As the world becomes increasingly polarised, no one has been happier than the marketing and advertising agencies for large brands. Identifying as Left or Right has become an important part of individual identity in online culture and latching onto these sentiments is now a booming trend where no industry is exempt. Recently those with left-leaning tendencies were effectively told to hand in their membership cards if they didn’t see the Barbie movie, while those on the right couldn’t look their friends in the eye if they hadn’t downloaded Jason Aldean’s “Try that in a small town”.
While just a few years ago people were heaping scorn on Pepsi for their famous advert with Kendall Jenner that trivialised Black Lives Matter, Gillette and Dove soap’s successes at the same time encouraged agencies to push on with the tactic. Among numerous other brands, the left is now encouraged to buy their clothes from Patagonia, who ran subtle attack ads in the last American election against Donald Trump, or find romance on OK Cupid, which calls itself “A home for every tree hugger”. The right can rest easy on MyPillows, or in South Africa, slake their thirst with a can of Boer Brand Cola. A survey from public relations firm Edelman, in 2018, found that nearly two-thirds of consumers around the world will buy or boycott a brand solely because of its position on a social or political issue – up a whopping 7% from the same poll a year before. Everyone is eating it up.
Of course, there have been marketing missteps along the way. Eager to expand their brand into a new market, Bud Lite gave trans influencer Dylan Mulvaney the opportunity to market their product to the left thereby fiercely alienating the hard-core, right-wing republican army who previously had been the only people to drink the stuff.

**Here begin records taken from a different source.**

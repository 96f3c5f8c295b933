"""Stellar spectra: Planck spectra, user spectrum files and band normalisation.

Compute functions work in SI: wavelengths in m, spectral flux density
``F_lambda`` in W m-3 (W m-2 per m of wavelength), temperatures in K.  They
broadcast a leading planet (star) axis against a trailing wavelength axis.

Synthetic photometry integrates the spectrum over the band's response curve
``R`` (``data_tables/photometry/response_<band>.ecsv``: J, H, Ks from Cohen,
Wheaton & Megeath 2003, AJ 126, 1090; V from Bessell 1990, PASP 102, 1181)
and compares the mean flux density with the zero-magnitude flux density in
``data_tables/photometry/zero_points.ecsv`` (J, H, Ks: Cohen et al. 2003;
V: Bessell, Castelli & Plez 1998, A&A 333, 231):

    <F_lambda> = integral(F_lambda w dlambda) / integral(w dlambda),
    m = -2.5 log10(<F_lambda> / F_lambda,0),

with ``w = R`` for curves tabulated as energy responses and ``w = lambda R``
for curves tabulated per photon (each curve file says which in its
``weighting`` metadata).  The shipped curves are all energy responses: the
published J, H, Ks curves of Cohen et al. 2003 already carry the factor
lambda of their photon-counting detectors (their bandwidths integral(R
dlambda) reproduce the paper's Table 2 only in that form), and Bessell's
1990 V passband is an energy response (Bessell & Murphy 2012, PASP 124, 140;
value from memory), the weighting of the V zero point of Bessell et al.
1998.  Both zero points are defined this way: Cohen et al. quote
F_lambda,0 at the isophotal wavelength, where the zero-magnitude spectrum
equals its band mean; Bessell et al. quote the band mean itself.  The data
script ``data_tables/scripts/make_response_curves.py`` documents the curves'
provenance and the size of the alternative conventions (<= 0.02 mag for a
2900 K star).
"""

from functools import lru_cache
from pathlib import Path

import numpy as np
import astropy.units as u

from ..constants import H_PLANCK, C_LIGHT, K_B
from ..errors import InputError, UnitMismatchError, UnknownKeyError
from ..units import to_si, check_range, as_float_array, si_scale

__all__ = [
    "planck_flambda",
    "zero_points",
    "band_names",
    "BandResponse",
    "band_response",
    "band_mean_flux_si",
    "synthetic_magnitude_si",
    "normalise_to_band_si",
    "StellarSpectrum",
    "planck_spectrum",
    "read_spectrum",
    "stellar_flux_density",
    "synthetic_magnitude",
]

#: Wavelength range [m] of Planck spectra (sampled on 4000 log-spaced points
#: for display; :meth:`StellarSpectrum.at` evaluates Planck stars exactly).
_PLANCK_GRID_M = np.geomspace(0.1e-6, 100e-6, 4000)


def planck_flambda(wavelength_m, teff_k):
    """Surface flux density of a blackbody, pi B_lambda(T), in W m-3.

    Parameters
    ----------
    wavelength_m : array_like
        Wavelength [m].
    teff_k : array_like
        Temperature [K]; broadcast against ``wavelength_m`` (use shape
        ``(n_planet, 1)`` for a planet axis).

    Returns
    -------
    numpy.ndarray
        ``pi * B_lambda`` = ``2 pi h c^2 / lambda^5 / (exp(hc / lambda k T) - 1)``
        [W m-3], the flux leaving a unit area of the stellar surface per unit
        wavelength (Planck's law; e.g. Rybicki & Lightman 1979, *Radiative
        Processes in Astrophysics*, ch. 1).
    """
    lam = np.asarray(wavelength_m, dtype=np.float64)
    t = np.asarray(teff_k, dtype=np.float64)
    x = H_PLANCK * C_LIGHT / (lam * K_B * t)
    with np.errstate(over="ignore"):
        return 2.0 * np.pi * H_PLANCK * C_LIGHT**2 / lam**5 / np.expm1(x)


@lru_cache(maxsize=1)
def zero_points():
    """Zero-magnitude flux densities of the supported bands.

    Returns
    -------
    dict
        band -> ``(reference_wavelength_m, zero_point_flambda_W_m3, source)``.
        Sources: Cohen, Wheaton & Megeath 2003 (AJ 126, 1090) for J, H, Ks;
        Bessell, Castelli & Plez 1998 (A&A 333, 231) for V.
    """
    from ..io.tables import read_columns
    t = read_columns("photometry", "zero_points.ecsv")
    lam_si = si_scale(u.Unit(t.units["reference_wavelength"]))
    f0_si = si_scale(u.Unit(t.units["zero_point_flambda"]))
    out = {}
    for row in t.rows():
        lam = row["reference_wavelength"] * lam_si
        f0 = row["zero_point_flambda"] * f0_si
        out[str(row["band"])] = (float(lam), float(f0), str(row["source"]))
    return out
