def test_transits_cli_json(capsys, tmp_path):
    png = tmp_path / "t.png"
    rc = main(["transits", CEDAR, "--mode", PRISM, "--species", "CO2", "--resolution", "40",
               "--uncertainty-draws", "50", "--json", "--plot", str(png)])
    out, err = capsys.readouterr()
    assert rc == 0
    doc = json.loads(out)
    assert [p["name"] for p in doc["planets"]] == ["Cedar b", "Cedar c"]
    b, c = doc["planets"]
    assert isinstance(b["transits_needed"], int) and b["reachable"] is True and b["hours_total"] > 0
    # Cedar c at this coarse binning is limited by the 20 ppm floor: null, with the reason
    assert c["reachable"] is (c["transits_needed"] is not None)
    if not c["reachable"]:
        assert c["limiting_term"] == "noise floor" and c["hours_total"] is None
    assert png.stat().st_size > 10_000
    rc = main(["transits", CEDAR, "--mode", PRISM, "--species", "CH4"])
    assert rc == 2 and "CO2" in capsys.readouterr().err
    rc = main(["transits", CEDAR, "--mode", PRISM, "--sigma", "-1"])
    assert rc == 2


def test_contrast_cli(capsys):
    rc = main(["contrast", ALDER, "--mode", "cold6m-grism-2.4-5um", "--scenarios",
               "h2-clear-solar,h2-cloudy-solar,flat", "--resolution", "50"])
    out, _ = capsys.readouterr()
    assert rc == 0 and "true \\ rejected" in out
    rc = main(["contrast", ALDER, "--mode", "cold6m-grism-2.4-5um", "--scenarios",
               "h2-clear-solar,flat", "--json"])
    assert rc == 0 and json.loads(capsys.readouterr().out)["planets"][0]["transits_needed"][0][1]


def test_demo_writes_results_folder(demo_run):
    # the session's one `snrkit demo` run (tests/conftest.py), not a second one
    assert demo_run["rc"] == 0
    files = {p.name for p in demo_run["out"].iterdir()}
    assert {"summary.txt", "cedar_spectra.ecsv", "Cedar_b_CO2.png", "Cedar_c_atmosphere.json",
            "report.html", "report.json"} <= files
    assert "transits for 5 sigma" in (demo_run["out"] / "summary.txt").read_text()
    assert not any(name.startswith(".") for name in files)   # no temporary files left


def test_refit_can_only_lower_delta_chi2_and_finds_the_degeneracy():
    # h2-cloudy-solar is h2-clear-solar with a cloud deck at 1 mbar; with the cloud-top
    # pressure free, the cloudy model moves its deck below the photosphere and becomes
    # the clear spectrum, so the "cloudy" alternative can no longer be rejected.
    alder = load_system(ALDER)
    fixed = transits_for_system(alder, "cold6m-grism-2.4-5um", against="h2-cloudy-solar",
                                resolution=40)["planets"][0]
    free = transits_for_system(alder, "cold6m-grism-2.4-5um", against="h2-cloudy-solar",
                               resolution=40, refit=("cloud_top_pressure",))["planets"][0]
    assert 1 <= (fixed["transits_needed"] or 0) <= 3   # clear against a 1 mbar deck: a few transits
    assert free["delta_chi2_per_transit"] < 1e-3 * fixed["delta_chi2_per_transit"]
    assert free["refit"]["cloud_top_pressure_bar"] > 0.1
    with pytest.raises(InputError):
        transits_for_system(alder, "cold6m-grism-2.4-5um", refit=("temperature",))
    with pytest.raises(InputError):
        transits_for_system(alder, "cold6m-grism-2.4-5um", against="flat", refit=("albedo",))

The question is, why is this all happening? What happened to reasoned thinking? Did you like Bud Lite? Why then stop drinking it simply because an advert suggested people different to you, might want to drink it too? Are you choosing to drink an inferior cola simply cause it speaks to your nationalist tendencies? No one would ever have gone to a movie about an outdated toy phenomenon like Barbie if they hadn’t been told it would make them appear to be better people, so why did they do it?
Some would say that a company’s political stance is important and that by supporting the companies that openly advance the agendas they support, they feel like they are building a better world. In fact, according to a recent survey of 1,500 people released by data firm Sprout Social, Â most people would say that, because seventy percent of consumers now believe it’s important for brands to take a public stand on social and political issues.
To them, I would ask, which do you think the boards of these companies care about more, your political beliefs, or the short-term sales that boost the share price and their fat bonuses?
The Anheuser-Busch, Bud Lite debacle shows you that even if you have been supporting a brand for decades, they will gladly betray their stated beliefs and audience if they believe it will give them additional income and profits. Now that they have lost a significant portion of their market share, Anheuser-Busch is waging a marketing campaign to win them back. The media is full of messages from the children of the company founders telling anyone who will listen that the founders would be, “spinning in their graves” at the inclusion of Mulvaney in their campaigns. Clearly, strongly held political beliefs then.
At the end of the day, these stated political aims are just marketing and puffery. They are only about expanding the market and making sales for companies that exist in fierce competition with everyone else.
Humanity is losing its ability to think and to reason and is being manipulated on a scale that even the jaded admen of Sterling Cooper would have thought impossible. If you liked playing with Barbies as a child, and want to capture some of that nostalgia, go. If you like drinking Bud Lite, drink it. But please, don’t think you are building a better world for anyone other than the CEOs.